August 2, 1932–July 10, 2021
Joan Thomas and her twin sister Jane were born on August 7, 1932 in Middletown, Ohio. Joan was twenty minutes older and she never let Jane forget it. Like their older brother Donald, the girls were born with severe hearing loss due to the Rhesus (Rh) factor, a relatively new diagnosis at the time. They went to Garfield School, attending regular classes except during Art and Music, when they had special classes to learn to read lips and speak sounds they couldn’t hear: z+c+s, f+b+p, h. Joan got her first hearing aids after she graduated from college.
The family moved from Highland to Grand Avenue when the children were young. Joan enjoyed Brownies and Girl Scouts, Sunday School, church choir (Joan said she is sure she and Jane were off key!), Young People’s Fellowship, and playing on the undeveloped land where Temple Beth Shalom and apartments now stand with her siblings, lifelong friend Tommy Wortley and the other neighborhood kids. In junior high, Joan discovered another love: horseback riding. Family pictures show her mother Myra riding as a teenager and young adult.
Joan graduated with honors from Miami University. She loved college, and especially enjoyed learning Spanish. She always wanted to be a teacher but was dissuaded because she couldn’t hear the students behind her. After graduation she moved to Cleveland where someone suggested she try Social Work. It was a perfect fit. She spent most of her career in Children’s Services.
When her dad Russell died in 1972 Joan made plans to retire and return to Middletown. In 1973 she joined household with Jane so they could take care of their mother. Retirement was short: she soon got a job with Montgomery County Family Services, retiring for good in 1985.

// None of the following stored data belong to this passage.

// logOmissions counts in res.Omitted the points of the curves and the
// gaugings that the log–log panel cannot show (at or below e, or without
// positive discharge) and warns of the gaugings and of the curve points
// with flow among them.
func logOmissions(d ratingLines, un unitNames, e float64, res *Result) {
	omitted, warned, dryAbove := 0, 0, 0
	for i, c := range [][]RatingPoint{d.hyd, d.fit, d.ext} {
		for _, p := range c {
			if p.Stage-e > 0 && p.Discharge > 0 {
				continue
			}
			omitted++
			// A dry point at or below e is what a rating should
			// have, and so is the dry foot of a hydraulic rating
			// whatever e a fit puts beside it; flow at or below e,
			// or negative flow, is not, nor a dry point of a fit
			// above it.
			switch {
			case p.Discharge == 0 && (p.Stage <= e || i == 0):
			case p.Discharge == 0:
				dryAbove++
			default:
				warned++
			}
		}
	}
	gOut := 0
	for _, g := range d.gaugings {
		if !(g.Stage-e > 0 && g.Discharge > 0) {
			gOut++
		}
	}
	res.Omitted = omitted + gOut
	if gOut > 0 {
		res.Warnings = append(res.Warnings, fmt.Sprintf(
			"log–log panel: %s at or below the gauge height of zero flow (%s %s) or without positive discharge left out",
			rating.Counted(gOut, "gauging", "gaugings"), fmtStage(e), un.length))
	}
	if dryAbove > 0 {
		res.Warnings = append(res.Warnings, fmt.Sprintf(
			"log–log panel: %s without flow above the gauge height of zero flow (%s %s) left out: a row without flow above e contradicts it",
			rating.Counted(dryAbove, "rating point", "rating points"), fmtStage(e), un.length))
	}
	if warned > 0 {
		res.Warnings = append(res.Warnings, fmt.Sprintf(
			"log–log panel: %s with flow at or below the gauge height of zero flow (%s %s), or with negative discharge, left out (dry points below it are left out unsaid)",
			rating.Counted(warned, "rating point", "rating points"), fmtStage(e), un.length))
	}
}

func orDefault(s, def string) string {
	if strings.TrimSpace(s) == "" {
		return def
	}
	return s
}

// cleanCurve returns the finite points of c sorted by stage.
func cleanCurve(c Curve) []RatingPoint {
	var out []RatingPoint
	for _, p := range c.Points {
		if finite(p.Stage, p.Discharge) {
			out = append(out, p)
		}
	}
	sort.SliceStable(out, func(i, j int) bool { return out[i].Stage < out[j].Stage })
	return out
}

func cleanBand(b []BandPoint) []BandPoint {
	var out []BandPoint
	for _, p := range b {
		if finite(p.Stage, p.Low, p.High) && p.Low <= p.High {
			out = append(out, p)
		}
	}
	sort.SliceStable(out, func(i, j int) bool { return out[i].Stage < out[j].Stage })
	return out
}

// zeroFlowOf returns the highest stage of the curve's leading run of
// points without discharge: the stage where the hydraulic rating starts
// to flow.
func zeroFlowOf(c []RatingPoint) (float64, bool) {
	e, ok := 0.0, false
	for _, p := range c {
		if p.Discharge > 0 {
			break
		}
		e, ok = p.Stage, true
	}
	return e, ok
}

// logExtent returns the range of the positive values drawn on the log panel.
func logExtent(hyd, fit []RatingPoint, band []BandPoint, gs []Gauging, e float64) (xlo, xhi, ylo, yhi float64) {
	xlo, ylo = math.Inf(1), math.Inf(1)
	xhi, yhi = math.Inf(-1), math.Inf(-1)
	add := func(q, d float64) {
		if q > 0 && d > 0 && finite(q, d) {
			xlo, xhi = math.Min(xlo, q), math.Max(xhi, q)
			ylo, yhi = math.Min(ylo, d), math.Max(yhi, d)
		}
	}
	for _, c := range [][]RatingPoint{hyd, fit} {
		for _, p := range c {
			if !p.foot {
				add(p.Discharge, p.Stage-e)
			}
		}
	}
	for _, g := range gs {
		add(g.Discharge, g.Stage-e)
		if lo, hi, ok := g.barEnds(); ok && g.Discharge > 0 {
			add(lo, g.Stage-e) // a bar end at or below zero is not drawn
			add(hi, g.Stage-e)
		}
	}
	for _, b := range band {
		if b.Stage-e > 0 {
			add(b.Low, b.Stage-e)
			add(b.High, b.Stage-e)
		}
	}
	return
}

// addBands draws the total band under the narrower one, each labelled in
// the legend when its label is not empty.
func addBands(p *plot.Plot, total, band []BandPoint, totalLabel, bandLabel string, e float64, logv bool) {
	for _, b := range []struct {
		pts   []BandPoint
		label string
		c     color.Color
	}{{total, totalLabel, colTotalBand}, {band, bandLabel, colBand}} {
		if len(b.pts) < 2 {
			continue
		}
		if poly := bandPolygon(b.pts, e, logv); poly != nil {
			poly.Color = b.c
			p.Add(poly)
			if b.label != "" {
				p.Legend.Add(b.label, poly)
			}
		}
	}
}

// panelXYs are the points of a rating panel: discharge against stage, or
// on the log panel (logv) against stage − e, positive values only.
func panelXYs(pts []RatingPoint, e float64, logv bool) plotter.XYs {
	var xy plotter.XYs
	for _, q := range pts {
		y := q.Stage
		if logv {
			y -= e
			if !(y > 0 && q.Discharge > 0) || q.foot {
				continue
			}
		}
		xy = append(xy, plotter.XY{X: q.Discharge, Y: y})
	}
	return xy
}

// addStyledCurve draws a curve in one line style (on the log panel:
// discharge against stage − e, positive values only), labelled in the
// legend when label is not empty. It returns the number of points drawn.
func addStyledCurve(p *plot.Plot, pts []RatingPoint, label string, style draw.LineStyle, e float64, logv bool) int {
	xy := panelXYs(pts, e, logv)
	if len(xy) < 2 {
		return 0
	}
	l, err := plotter.NewLine(xy)
	if err != nil {
		return 0
	}
	l.LineStyle = style
	p.Add(l)
	if label != "" {
		p.Legend.Add(label, l)
	}
	return len(xy)
}

// addCurve draws a curve on p (on the log panel: discharge against
// stage − e, keeping positive values only) as solid runs and dashed
// extrapolated runs. It returns the number of points drawn.
func addCurve(p *plot.Plot, pts []RatingPoint, label string, c color.Color, width, e float64, logv bool) int {
	var xy plotter.XYs
	var ext []bool
	for _, q := range pts {
		y := q.Stage
		if logv {
			y -= e
			if !(y > 0 && q.Discharge > 0) {
				continue
			}
		}
		if logv && q.foot {
			continue
		}
		xy = append(xy, plotter.XY{X: q.Discharge, Y: y})
		ext = append(ext, q.Extrapolated)
	}
	if len(xy) == 0 {
		return 0
	}
	solid := lineStyle(c, width)
	dashed := lineStyle(c, width, vg.Points(7), vg.Points(4))
	labelledSolid, labelledDash := false, false
	for _, run := range splitRuns(ext) {
		seg := xy[run.from : run.to+1]
		if len(seg) < 2 {
			continue
		}
		l, err := plotter.NewLine(seg)
		if err != nil {
			continue
		}
		l.LineStyle = solid
		if run.extrapolated {
			l.LineStyle = dashed
		}
		p.Add(l)
		switch {
		case label == "":
		case run.extrapolated && !labelledDash:
			p.Legend.Add(label+", extrapolated", l)
			labelledDash = true
		case !run.extrapolated && !labelledSolid:
			p.Legend.Add(label, l)
			labelledSolid = true
		}
	}
	if len(xy) == 1 {
		s, err := plotter.NewScatter(xy)
		if err == nil {
			s.GlyphStyle = draw.GlyphStyle{Color: c, Radius: vg.Points(3), Shape: draw.CircleGlyph{}}
			p.Add(s)
			if label != "" {
				p.Legend.Add(label, s)
			}
		}
	}
	return len(xy)
}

When Joan came back to Middletown she immediately got heavily involved in her childhood parish, The Church of the Ascension: Episcopal Church Women, Altar Guild, Cursillo, preparing meals for parish potlucks, and she finally got to teach—Sunday School! Her first love, however, was the food pantry operated by the parish. She spent hours shopping, stocking the shelves, and giving hungry people food. She set the pantry up so the guests had some choices, and didn’t ask for proof of income or qualification: if they said they needed food, they received help. Joan spent a large part of her inheritance almost single handedly financing the pantry. In 2012 the Middletown Community Foundation presented the Mary Jane Palmer Nunlist “I Love Middletown” Award to Joan for her work in the food pantry.
Joan was treasurer of a number of organizations: the Episcopal Church Women in both Cleveland and Middletown, Daughters of the King, Middletown Area Food Pantries and others. When she wasn’t counting beans, Joan enjoyed playing cards, jigsaw puzzles and word searches, cooking, WWE wrestling, and the occasional dirty martini—extra olives. Pets were an important part of Joan’s life; dogs when she was a child, cats in her later years. Most important was her love of people, being with friends and family, and her love for the Lord. Joan was inducted into the Society of Saint Simeon and Saint Anna in 2010 honoring “faithful witness to Christ and through ministry as an Episcopalian “ by the Diocese of Southern Ohio Affirmative Aging Commission.
Joan met the Lord July 10, 2021, joining her father Russell Thomas, mother Myra Chandler Thomas and twin sister Jane Thomas. She holds a place for her surviving sibling Donald Thomas, niece Gwen Rowe, and grand-nieces Dakota and Madelyn (Maddie) Rowe.